Gamleborg, also known as Gamleborg Viking Fortress, was the first fortification on the Danish island of Bornholm. Built around 750 AD, it was the seat of the kings of Bornholm during the Viking age (750–1050) and early Middle Ages (1050–1150). The massive fortress is 264 m long from north to south and 110 m wide from east to west, with gates to the north and southwest. Around 1100, significant alterations were made and it was reinforced, but it was abandoned soon afterwards in favour of the fortification of Lilleborg, roughly 700 m to the northeast.

==History==
The fortress is Bornholm's oldest defence works. Its builder is unknown, but an account of the Baltic Sea travels of Wulfstan of Hedeby in 890 tells us that Bornholm already had its own king at the time. There is, however, firm evidence that the fortress was in use during the reigns of Harald Bluetooth (940–986) and Canute IV (1080–1086). Gamleborg was used as refuge during the tenth century against Viking raids. Gamleborg was abandoned in 1150, the occupants moving to Lilleborg, only 700 m to the northwest. It is not known why the move was made but it does not appear to have been the result of hostilities. Excavations in the 1950s showed the fortifications originated in the Viking period although there is evidence the site was used as a hideout in the Iron Age. The ruins that can be seen today are mainly the result of reconstruction work completed in about 1100.

==Architecture==
The fortress is 27000 m2 in size. Part of the wall, built of rocks and boulders set in clay, is still in good condition, and the outline of the fort is still remarkably clear given its age. The fortress at one time had a moat and outer wall, and the walls on the north and south side were higher, around 6 m in height.

==Grounds==
The fort is located on a hill almost in the centre of the island, part of the Almindingen forest. It is several hundred yards off the main road from Rønne to Svaneke. The site is naturally protected by cliffs, especially on the south side, which are up to 20 m in height. A water pool, located on the northwestern side was the main water supply to the fortress. The ruins are situated in mounds.

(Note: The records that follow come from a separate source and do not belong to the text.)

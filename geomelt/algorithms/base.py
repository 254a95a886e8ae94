"""The algorithm record and its OGC API - Processes description.

An :class:`Algorithm` declares, in one place, what a processing step needs
and gives: its input layers, its output layers (names, units, dtypes,
nodata), its parameter set (names, units, defaults, valid ranges, sources)
and its references. The pipeline checks inputs and allocates outputs from
this record; ``geomelt describe`` prints it as a process description in the
shape of OGC API - Processes Part 1 (an open OGC standard).
"""

from __future__ import annotations

import dataclasses
import math
from collections.abc import Callable, Mapping
from dataclasses import dataclass
from typing import Any

import numpy as np

from geomelt.layers import INPUT_LAYERS, NEIGHBOURHOOD_LAYERS, OutputLayer
from geomelt.parameters import ParameterSet

__all__ = ["Algorithm"]

ComputeFn = Callable[[Mapping[str, np.ndarray], ParameterSet], dict[str, np.ndarray]]
OutputsFn = Callable[[ParameterSet], tuple[OutputLayer, ...]]

_GEOTIFF_MEDIA = "image/tiff; application=geotiff"


def _json_number(value: Any) -> Any:
    """NaN and infinities are not JSON: map them to None (null)."""
    if isinstance(value, float) and not math.isfinite(value):
        return None
    if isinstance(value, tuple):
        return [_json_number(v) for v in value]
    return value


@dataclass(frozen=True)
class Algorithm:
    """A registered processing algorithm.

    Parameters
    ----------
    id : str
        Stable identifier (``thermal_state``).
    version : str
        Version of the algorithm's method; bump when its numbers change.
    title, description : str
        Human-readable title and description.
    inputs : tuple of str
        Layers it reads: input layer names (:data:`geomelt.layers.INPUT_LAYERS`)
        or outputs of other algorithms.
    optional_inputs : tuple of str
        Layers used when present.
    parameters : type of ParameterSet
        Its parameter set (defaults, units, ranges and sources).
    outputs : callable
        ``outputs(params) -> tuple[OutputLayer, ...]``; output names may depend
        on parameters (e.g. one temperature map per configured depth).
    compute : callable
        ``compute(arrays, params) -> {output name: array}``, pure and
        vectorised; arrays are float64 with NaN for nodata, one per input.
    references : tuple of str
        Published sources of the method.
    cellwise : bool
        True (the default) when each cell's outputs depend only on that cell's
        inputs (and the vector layers): the pipeline may then compute a window in
        bands of rows (:data:`geomelt.pipeline.engines.COMPUTE_BAND_CELLS`). An
        algorithm that looks at its neighbours within the window, or at the
        window's position, sets False.
    """

    id: str
    version: str
    title: str
    description: str
    inputs: tuple[str, ...]
    parameters: type[ParameterSet]
    outputs: OutputsFn
    compute: ComputeFn
    references: tuple[str, ...] = ()
    optional_inputs: tuple[str, ...] = ()
    keywords: tuple[str, ...] = ()
    cellwise: bool = True

    def output_layers(self, params: ParameterSet | None = None) -> tuple[OutputLayer, ...]:
        """Output layers for the given (or default) parameters."""
        return self.outputs(params if params is not None else self.parameters())

    def describe(self) -> dict[str, Any]:
        """Process description (OGC API - Processes Part 1 shape), JSON-ready."""
        inputs: dict[str, Any] = {}
        for name in self.inputs + self.optional_inputs:
            optional = name in self.optional_inputs
            layer = INPUT_LAYERS.get(name)
            if layer is not None and layer.kind == "raster":
                schema = {"type": "string", "format": "uri", "contentMediaType": _GEOTIFF_MEDIA}
                desc = layer.description
                unit = layer.unit
            elif layer is not None:
                schema = {
                    "type": "string",
                    "format": "uri",
                    "contentMediaType": "application/geopackage+sqlite3",
                }
                desc = layer.description
                unit = ""
            elif name in NEIGHBOURHOOD_LAYERS:
                schema = {"type": "string", "format": "uri", "contentMediaType": _GEOTIFF_MEDIA}
                desc = (
                    f"{NEIGHBOURHOOD_LAYERS[name].description}. Built by the run from the whole "
                    f"grid of {', '.join(NEIGHBOURHOOD_LAYERS[name].sources)}, between its passes"
                )
                unit = NEIGHBOURHOOD_LAYERS[name].unit
            else:
                schema = {"type": "string", "format": "uri", "contentMediaType": _GEOTIFF_MEDIA}
                desc = f"Layer '{name}' produced by another geomelt algorithm in the same run"
                unit = _unit_from_name(name)
            entry = {
                "title": name,
                "description": desc,
                "minOccurs": 0 if optional else 1,
                "maxOccurs": 1,
                "schema": schema,
            }
            if unit:
                entry["schema"]["x-unit"] = unit
            inputs[name] = entry
        for f in dataclasses.fields(self.parameters):
            const = f.metadata["constant"]
            if isinstance(const.value, tuple):
                item: dict[str, Any] = {"type": "number"}
                if const.minimum is not None:
                    item["minimum"] = const.minimum
                if const.maximum is not None:
                    item["maximum"] = const.maximum
                schema = {"type": "array", "items": item, "default": list(const.value)}
            elif const.choices is not None:
                schema = {"type": "string", "enum": list(const.choices), "default": const.value}
            else:
                schema = {"type": "number", "default": _json_number(const.value)}
                if const.minimum is not None:
                    schema["minimum"] = const.minimum
                if const.maximum is not None:
                    schema["maximum"] = const.maximum
            if const.unit:
                schema["x-unit"] = const.unit
            inputs[f.name] = {
                "title": f.name,
                "description": f"{const.description}. Source: {const.source}.",
                "minOccurs": 0,
                "maxOccurs": 1,
                "schema": schema,
            }
        outputs = {}
        for out in self.output_layers():
            if not out.written:
                continue
            schema = {
                "type": "string",
                "format": "uri",
                "contentMediaType": _GEOTIFF_MEDIA,
                "x-unit": out.unit,
                "x-dtype": out.dtype,
                "x-nodata": _json_number(float(out.nodata)),
            }
            outputs[out.name] = {
                "title": out.long_name,
                "description": out.description,
                "schema": schema,
            }
        return {
            "id": self.id,
            "version": self.version,
            "title": self.title,
            "description": self.description,
            "keywords": list(self.keywords),
            "jobControlOptions": ["sync-execute"],
            "outputTransmission": ["reference"],
            "inputs": inputs,
            "outputs": outputs,
            "metadata": [{"role": "reference", "title": ref} for ref in self.references],
        }


def _unit_from_name(name: str) -> str:
    for suffix, unit in (("_km", "km"), ("_c", "degC"), ("_mw_m2", "mW m-2"), ("_ma", "Ma")):
        if name.endswith(suffix):
            return unit
    return ""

The defences first consisted of huge ramparts built of large boulders, consolidated with earth and clay. There were initially gates to the north and south with additional protection from moats and outer ramparts. There were several buildings for the occupants and their stores. Two stone lined embankments can still be seen aside the west entrance. Outside the old western rampart, the site was fortified with a solid stone wall, 275 m long, 2 m wide and up to 6 m high. The north gate was significantly widened and there was probably a watchtower on the northwest corner of the rampart. The old south gate was walled up and replaced by a larger entrance on the southwest corner.